Figure 1: Pulse sequence diagram of the ORI-O-CSPAMM sequence. Two orthogonal ORI-SPAMM prepulses are applied consecutively to obtain a SPAMM grid in only one scan. The complementary ORI-SPAMM image is acquired by changing the phase of the last RF pulse. In ORI-O-CSPAMM, weaker tagging gradients are needed to obtain the same results than in CSPAMM.

Figure 2: Water and fat phantom images obtained using complex-difference (CD) and MICSR for a trigger-delay-time of 45 ms (the delays are different between the images due to differences in the duration of the tagging prepulse). The images were acquired using (a) CSPAMM, (b) ORI-CSPAMM, (c) O-CSPAMM, and (d) ORI-O-CSPAMM sequences. Images acquired without ORI prepulse showed a shift in the tagging pattern at the water-fat interface, while in ORI versions ((b) and (d)) the shift was corrected.

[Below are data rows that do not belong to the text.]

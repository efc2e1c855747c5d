"""The equations of the two-film interface: residual and Jacobian blocks, batched.

Unknowns z = (N_1..N_n, u_1..u_n, T_I), u_i = x_I,i (y_I,i for a component that does not condense). With y_I,i = K_i
x_I,i the 2n + 1 rows are: the vapour film (n - 1: all components but an abundant one), the liquid film (n - 1), sum
y_I = 1, sum x_I = 1, and E_V = E_L. Both films are in the form M(x_m) N = Gamma C(Z) D of `film.blocks` with one
[Gamma] at the mean of interface and bulk (composition and temperature): exact for ideal films, the Krishna-Standart
solution with constant [Gamma] otherwise.

Components that cannot pass the interface need no rows of their own: with x_k = x_I,k = 0 the liquid film gives N_k = 0
for a non-condensing component, with y_k = y_I,k = 0 the vapour film does so for one that is not volatile.
"""
from __future__ import annotations

from dataclasses import dataclass
from typing import Any

import numpy as np
from numpy.typing import ArrayLike, NDArray

from ..film import krishna_standart
from ..film.blocks import film_matrix
from ..properties.differences import liquid_heat_capacity, vapor_heat_capacity
from ..properties.protocol import Mask, PropertyModel
from .energy import FilmEnergy, film_energy
from .equilibrium import equilibrium, normalized, zero_flux_temperature
from .film_rows import FilmMethod, FilmRows
from .problem import InterfaceProblem, prepare
from .records import Bulk
from .slopes import enthalpy_by_composition, factor_and_slopes

Array = NDArray[np.float64]


@dataclass(frozen=True)
class InterfaceBlocks:
    """Residual of an interface at z = (N, u, T_I) and its derivatives by z and by w = (y, T_V, x, T_L).

    residual (..., 2n+1) : rows vapour film, liquid film, sum y_I - 1, sum x_I - 1 (all in mole fractions), and (E_V -
        E_L)/energy_scale, the scale held constant in the derivatives. dz (..., 2n+1, 2n+1). dw (..., 2n+1, 2n+2) or
        None: the columns of the fractions of a phase are fixed, in each row, up to a common constant (one of them is
        zero), so that a chain rule whose dy sum to zero is right.
    E_V, E_L : energy fluxes of the two films from vapour to liquid, W/m2, (...), with dE_*_dz (..., 2n+1) and dE_*_dw
        (..., 2n+2) or None. q_* : conduction at the four faces, W/m2, (...), with that of the first as dq_vapor_bulk_*.
    size : largest |A|_1 of the two films, (...). terms : size of the terms of the film rows, at least 1: what their
        residual is small against. y_I, x_I, K : the interface state, (..., n).
    """

    residual: Array
    dz: Array
    dw: Array | None
    E_V: Array
    E_L: Array
    dE_V_dz: Array
    dE_V_dw: Array | None
    dE_L_dz: Array
    dE_L_dw: Array | None
    dq_vapor_bulk_dz: Array
    dq_vapor_bulk_dw: Array | None
    q_vapor_bulk: Array
    q_vapor_interface: Array
    q_liquid_interface: Array
    q_liquid_bulk: Array
    size: Array
    terms: Array
    rate_factor: Array
    y_I: Array
    x_I: Array
    K: Array
    gamma_vapor: Array | None
    gamma_liquid: Array | None


def interface_blocks(vapor: Bulk, liquid: Bulk, properties: PropertyModel, P: ArrayLike, z: Array, *,
                     film: FilmMethod = krishna_standart, y_guess: Array | None = None,
                     bulk_derivatives: bool = True) -> InterfaceBlocks:
    """Residual and Jacobian blocks of the interface at z, for a Newton method that carries N, u and T_I itself.

    Parameters
    ----------
    vapor, liquid : `Bulk` records; nothing is checked here.
    properties : a `PropertyModel`. P : Pa, (...).
    z : unknowns (N, u, T_I), (..., 2n+1): fluxes from vapour to liquid, mol/(m2 s); x_I,i or, for a non-condensing
        component, y_I,i; K.
    film : film method; `krishna_standart` and `linearized` have rows of their own, others go through differences.
    y_guess : interface vapour at which K is first evaluated, (..., n), default the bulk vapour; it matters only where K
        depends on the vapour's composition.
    bulk_derivatives : False leaves out dw and dE_*_dw (saves the composition slopes of the enthalpies).

    Source: Krishna & Standart (1976) films; energy balance with the Ackermann (1937) factor, see `energy`.
    """
    problem = prepare(vapor, liquid, properties, np.asarray(P, float), film)
    return evaluate(problem, z, problem.y if y_guess is None else y_guess, bulk_derivatives)


def interface_start(vapor: Bulk, liquid: Bulk, properties: PropertyModel, P: ArrayLike) -> Array:
    """Start for z, (..., 2n+1): no flux, the interface liquid that of the bulk, at its zero-flux temperature."""
    problem = prepare(vapor, liquid, properties, np.asarray(P, float), krishna_standart)
    return at_rest(problem, zero_flux_temperature(problem, 1e-2))


def at_rest(problem: InterfaceProblem, T: Array) -> Array:
    """z of zero flux at interface temperature T."""
    n = problem.n
    u = np.where(problem.condensable, problem.x, problem.y)
    shape = np.broadcast_shapes(u.shape[:-1], np.shape(T), problem.T_V.shape, problem.flux_scale.shape)
    z = np.zeros((*shape, 2 * n + 1))
    z[..., n:2 * n], z[..., 2 * n] = u, T
    return z


def closed(x: Array, pivot: int) -> Array:
    """The fraction of the pivot as what the others leave of one: the film rows know n - 1 of them."""
    x = np.array(x)
    x[..., pivot] = 0.0
    x[..., pivot] = 1.0 - x.sum(-1)
    return x


def rate_size(N: Array, K: Array) -> Array:
    """|A(N)|_1, (...)."""
    norm: Array = np.abs(film_matrix(N, K)).sum(-2).max(-1)
    return norm


@dataclass(frozen=True)
class _Film:
    """Rows of one film, those of all components but the pivot.

    residual (..., n-1); dN, dx0, dxd (..., n-1, n): columns in the order of the components, the composition ones along
    e_j - e_pivot. by_temperature (..., n-1) or None: by the mean temperature. gamma : [Gamma] as the model gives it.
    """

    residual: Array
    dN: Array
    dx0: Array
    dxd: Array
    size: Array
    gamma: Array | None
    by_temperature: Array | None


def _film(rows: FilmRows, pivot: int, N: Array, K: Array, x0: Array, xd: Array, factor: Any, T: Array, P: Array,
          mask: Mask, limits: tuple[float, float]) -> _Film:
    """Film from x0 to xd with [Gamma] at the mean composition and the temperature T; `factor` None: ideal."""
    n = N.shape[-1]
    order = np.array([*(j for j in range(n) if j != pivot), pivot])
    arguments = (N[..., order], K[..., order[:, None], order], x0[..., order], xd[..., order])
    gamma = by_temperature = None
    if factor is None:
        film = rows(*arguments, None, None)
    else:
        mean = normalized(np.where(mask, 0.5 * (x0 + xd), 0.0))
        gamma, slope, by_T = factor_and_slopes(factor, T, P, mean, mask, limits)
        turned, slope, by_T = _turned(gamma, slope, by_T, order)
        film = rows(*arguments, turned, slope)
        if np.abs(by_T).max(initial=0.0) > 0.0:
            # the residual is linear in dGamma: send twice the temperature slope along with the first composition
            # slope (which counts half) and take the difference
            slope = np.array(slope)
            slope[..., 0, :, :] += 2.0 * by_T
            by_temperature = (rows(*arguments, turned, slope).dx0 - film.dx0)[..., 0]
    batch = film.residual.shape[:-1]
    dN, dx0, dxd = (np.zeros((*batch, n - 1, n)) for _ in range(3))
    dN[..., order], dx0[..., order[:-1]], dxd[..., order[:-1]] = film.dN, film.dx0, film.dxd
    return _Film(film.residual, dN, dx0, dxd, film.size, gamma, by_temperature)


def _turned(gamma: Array, slope: Array, by_T: Array, order: NDArray[np.int64]) -> tuple[Array, Array, Array]:
    """[Gamma] and its slopes with the last of `order` eliminated in place of the last component."""
    n = len(order)
    if order[-1] == n - 1:
        return gamma, slope, by_T
    every = np.concatenate((np.eye(n - 1), -np.ones((1, n - 1))))       # deviations of all from those of the first n-1
    change = every[order[:-1]]
    back = np.linalg.inv(change)
    slopes = np.concatenate((slope, np.zeros_like(slope[..., :1, :, :])), axis=-3)
    slopes = slopes[..., order[:-1], :, :] - slopes[..., order[-1:], :, :]
    return change @ gamma @ back, change @ slopes @ back, change @ by_T @ back


def evaluate(problem: InterfaceProblem, z: Array, y_guess: Array, bulk_derivatives: bool) -> InterfaceBlocks:
    """`interface_blocks` of a prepared problem."""
    p, n = problem, problem.n
    m = n - 1
    N, u, T = z[..., :n], z[..., n:2 * n], z[..., 2 * n]
    eq = equilibrium(p, T, u, y_guess)
    vapor = _film(p.rows, p.pivot_vapor, N, p.K_V, p.y, closed(eq.y_I, p.pivot_vapor),
                  None if p.ideal_vapor else p.properties.vapor_thermodynamic_factor,  # type: ignore[attr-defined]
                  0.5 * (p.T_V + T), p.P, p.volatile, p.limits)
    liquid = _film(p.rows, p.pivot_liquid, N, p.K_L, closed(eq.x_I, p.pivot_liquid), p.x,
                   None if p.ideal_liquid else p.properties.thermodynamic_factor,
                   0.5 * (p.T_L + T), p.P, p.condensable, p.limits)
    energy_V, energy_L = energies(p, N, T, bulk_derivatives)

    batch = np.broadcast_shapes(z.shape[:-1], vapor.residual.shape[:-1], liquid.residual.shape[:-1],
                                energy_V.E.shape, energy_L.E.shape)
    residual = np.empty((*batch, 2 * n + 1))
    residual[..., :m], residual[..., m:2 * m] = vapor.residual, liquid.residual
    residual[..., 2 * m], residual[..., 2 * m + 1] = eq.y_I.sum(-1) - 1.0, eq.x_I.sum(-1) - 1.0
    residual[..., 2 * n] = (energy_V.E - energy_L.E) / p.energy_scale

    dE_V_dz, dE_L_dz = (_energy_by_unknowns(e, n, batch) for e in (energy_V, energy_L))
    dz = np.zeros((*batch, 2 * n + 1, 2 * n + 1))
    dz[..., :m, :n] = vapor.dN
    dz[..., :m, n:2 * n] = vapor.dxd @ eq.dy_du
    dz[..., :m, 2 * n] = (vapor.dxd @ eq.dy_dT[..., None])[..., 0]
    dz[..., m:2 * m, :n] = liquid.dN
    dz[..., m:2 * m, n:2 * n] = np.where(p.condensable, liquid.dx0, 0.0)
    for film, rows in ((vapor, slice(0, m)), (liquid, slice(m, 2 * m))):
        if film.by_temperature is not None:
            dz[..., rows, 2 * n] += 0.5 * film.by_temperature
    dz[..., 2 * m, n:2 * n], dz[..., 2 * m, 2 * n] = eq.dy_du.sum(-2), eq.dy_dT.sum(-1)
    dz[..., 2 * m + 1, n:2 * n] = p.condensable
    dz[..., 2 * n, :] = (dE_V_dz - dE_L_dz) / p.energy_scale[..., None]

    dq_dz, dq_dw = dE_V_dz.copy(), None
    dq_dz[..., :n] -= p.H_V
    dw = dE_V_dw = dE_L_dw = None
    if energy_V.dbulk is not None and energy_L.dbulk is not None:
        dE_V_dw, dE_L_dw = np.zeros((*batch, 2 * n + 2)), np.zeros((*batch, 2 * n + 2))
        dE_V_dw[..., :n + 1], dE_L_dw[..., n + 1:] = energy_V.dbulk, energy_L.dbulk
        dq_dw = dE_V_dw.copy()
        dq_dw[..., :n + 1] -= energy_V.dbulk_enthalpy
        dw = np.zeros((*batch, 2 * n + 1, 2 * n + 2))
        dw[..., :m, :n] = vapor.dx0
        dw[..., m:2 * m, n + 1:2 * n + 1] = liquid.dxd
        if vapor.by_temperature is not None:
            dw[..., :m, n] = 0.5 * vapor.by_temperature
        if liquid.by_temperature is not None:
            dw[..., m:2 * m, 2 * n + 1] = 0.5 * liquid.by_temperature
        dw[..., 2 * n, :] = (dE_V_dw - dE_L_dw) / p.energy_scale[..., None]

    size = np.broadcast_to(np.maximum(rate_size(N, p.K_V), rate_size(N, p.K_L)), batch)
    rate_factor = np.maximum(np.abs(energy_V.rate_factor), np.abs(energy_L.rate_factor))
    terms = np.maximum(1.0, np.maximum(vapor.size, liquid.size)) if m else np.ones(batch)
    return InterfaceBlocks(residual, dz, dw, energy_V.E, energy_L.E, dE_V_dz, dE_V_dw, dE_L_dz, dE_L_dw, dq_dz, dq_dw,
                           energy_V.q_bulk, energy_V.q_interface, energy_L.q_interface, energy_L.q_bulk, size, terms,
                           rate_factor, eq.y_I, eq.x_I, eq.K, vapor.gamma, liquid.gamma)


def energies(p: InterfaceProblem, N: Array, T: Array, bulk_derivatives: bool) -> tuple[FilmEnergy, FilmEnergy]:
    """Energy fluxes of the vapour and of the liquid film."""
    model = p.properties
    H_V, H_L = np.asarray(model.vapor_enthalpy(T, p.P, p.y)), np.asarray(model.liquid_enthalpy(T, p.P, p.x))
    slope_V, slope_L = vapor_heat_capacity(model, T, p.P, p.y), liquid_heat_capacity(model, T, p.P, p.x)
    bulk_V = bulk_L = by_V = by_L = None
    if bulk_derivatives:
        bulk_V, bulk_L = vapor_heat_capacity(model, p.T_V, p.P, p.y), liquid_heat_capacity(model, p.T_L, p.P, p.x)
        by_V = enthalpy_by_composition(model.vapor_enthalpy, getattr(model, "vapor_enthalpy_derivatives", None),
                                       np.stack(np.broadcast_arrays(p.T_V, T)), p.P, p.y, p.volatile)
        by_L = enthalpy_by_composition(model.liquid_enthalpy, getattr(model, "liquid_enthalpy_derivatives", None),
                                       np.stack(np.broadcast_arrays(p.T_L, T)), p.P, p.x, p.condensable)
    return (film_energy(N, T, p.T_V, p.h_V, p.H_V, H_V, slope_V, 1, slope_bulk=bulk_V,
                        H_bulk_composition=None if by_V is None else by_V[0],
                        H_interface_composition=None if by_V is None else by_V[1]),
            film_energy(N, T, p.T_L, p.h_L, p.H_L, H_L, slope_L, -1, slope_bulk=bulk_L,
                        H_bulk_composition=None if by_L is None else by_L[0],
                        H_interface_composition=None if by_L is None else by_L[1]))


def _energy_by_unknowns(energy: FilmEnergy, n: int, batch: tuple[int, ...]) -> Array:
    by_z = np.zeros((*batch, 2 * n + 1))
    by_z[..., :n], by_z[..., 2 * n] = energy.dN, energy.dT_interface
    return by_z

Figure 3: Water and fat phantom images obtained using complex-difference (CD) and MICSR at a trigger-delay-time of 622 ms (the delays are different between the images due to differences in the duration of the tagging prepulse). The images were acquired using (a) CSPAMM, (b) ORI-CSPAMM, (c) O-CSPAMM, and (d) ORI-O-CSPAMM sequences. The fat signal completely disappears in CD and MICSR images because of the short T1. In contrast, the signal remains in the water due to the improved tag-persistence of CSPAMM acquisitions.

Figure 4: Mean signal of the images obtained with the ORI-CSPAMM and ORI-O-CSPAMM sequences. The estimation and normalization of the signal were made using water and fat ROIs drawn on (a) ORI-CSPAMM and (b) ORI-O-CSPAMM images. The (c) water and (d) fat signals were always higher with images obtained from ORI-O-CSPAMM.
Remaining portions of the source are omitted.